All lines of the entries with "breakpoints" in them must be listed.

- Information shown:
########

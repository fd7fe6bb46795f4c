/**
 * Piecewise-linear interpolation for a schedule term of a policy mean (gaussianPolicyTypes.ts):
 * S(x) = v_0 for x ≤ b_0, v_{k−1} for x ≥ b_{k−1}, and between b_i ≤ x ≤ b_{i+1}
 *   S(x) = v_i + (v_{i+1} − v_i)·(x − b_i)/(b_{i+1} − b_i)
 * (linear interpolation in a table, the usual reading of a reset schedule; common practice).
 * Held constant beyond the table rather than extrapolated, as a controller's schedule block does.
 */
import type { MeanSchedule } from './gaussianPolicyTypes';

export class ScheduleError extends Error {
  constructor(message: string) {
    super(message);
    this.name = 'ScheduleError';
  }
}

/** S(x) for one schedule. Binary search, so long tables cost O(log k). */
export function scheduleValue(schedule: MeanSchedule, x: number): number {
  const b = schedule.breakpoints, v = schedule.values, k = b.length;
  if (x <= b[0]) return v[0];
  if (x >= b[k - 1]) return v[k - 1];
  let lo = 0, hi = k - 1; // invariant b[lo] < x < b[hi]
  while (hi - lo > 1) {
    const mid = (lo + hi) >> 1;
    if (b[mid] <= x) lo = mid;
    else hi = mid;
  }
  const t = (x - b[lo]) / (b[lo + 1] - b[lo]);
  return v[lo] + t * (v[lo + 1] - v[lo]);
}

/** Check a schedule's shape; `where` names it in messages (e.g. "schedules[0]"). */
export function checkSchedule(schedule: MeanSchedule, stateDim: number, actionDim: number, where: string): void {
  const { breakpoints: b, values: v } = schedule;
  if (!Number.isInteger(schedule.action) || schedule.action < 0 || schedule.action >= actionDim) {
    throw new ScheduleError(`${where}.action: expected an action index from 0 to ${actionDim - 1}, got ${schedule.action}`);
  }
  if (!Number.isInteger(schedule.state) || schedule.state < 0 || schedule.state >= stateDim) {
    throw new ScheduleError(`${where}.state: expected a state index from 0 to ${stateDim - 1}, got ${schedule.state}`);
  }
  if (b.length < 1) throw new ScheduleError(`${where}.breakpoints: expected at least one breakpoint`);
  if (v.length !== b.length) throw new ScheduleError(`${where}.values: expected ${b.length} values, one per breakpoint, got ${v.length}`);
  for (let i = 0; i < b.length; i++) {
    if (!Number.isFinite(b[i])) throw new ScheduleError(`${where}.breakpoints[${i}]: expected a finite number, got ${b[i]}`);
    if (!Number.isFinite(v[i])) throw new ScheduleError(`${where}.values[${i}]: expected a finite number, got ${v[i]}`);
    if (i > 0 && !(b[i] > b[i - 1])) {
      throw new ScheduleError(`${where}.breakpoints[${i}]: breakpoints must increase strictly, but ${b[i]} follows ${b[i - 1]}`);
    }
  }
}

########

- Output below:
  const b = schedule.breakpoints, v = schedule.values, k = b.length;
  const { breakpoints: b, values: v } = schedule;
  if (b.length < 1) throw new ScheduleError(`${where}.breakpoints: expected at least one breakpoint`);
    if (!Number.isFinite(b[i])) throw new ScheduleError(`${where}.breakpoints[${i}]: expected a finite number, got ${b[i]}`);
      throw new ScheduleError(`${where}.breakpoints[${i}]: breakpoints must increase strictly, but ${b[i]} follows ${b[i - 1]}`);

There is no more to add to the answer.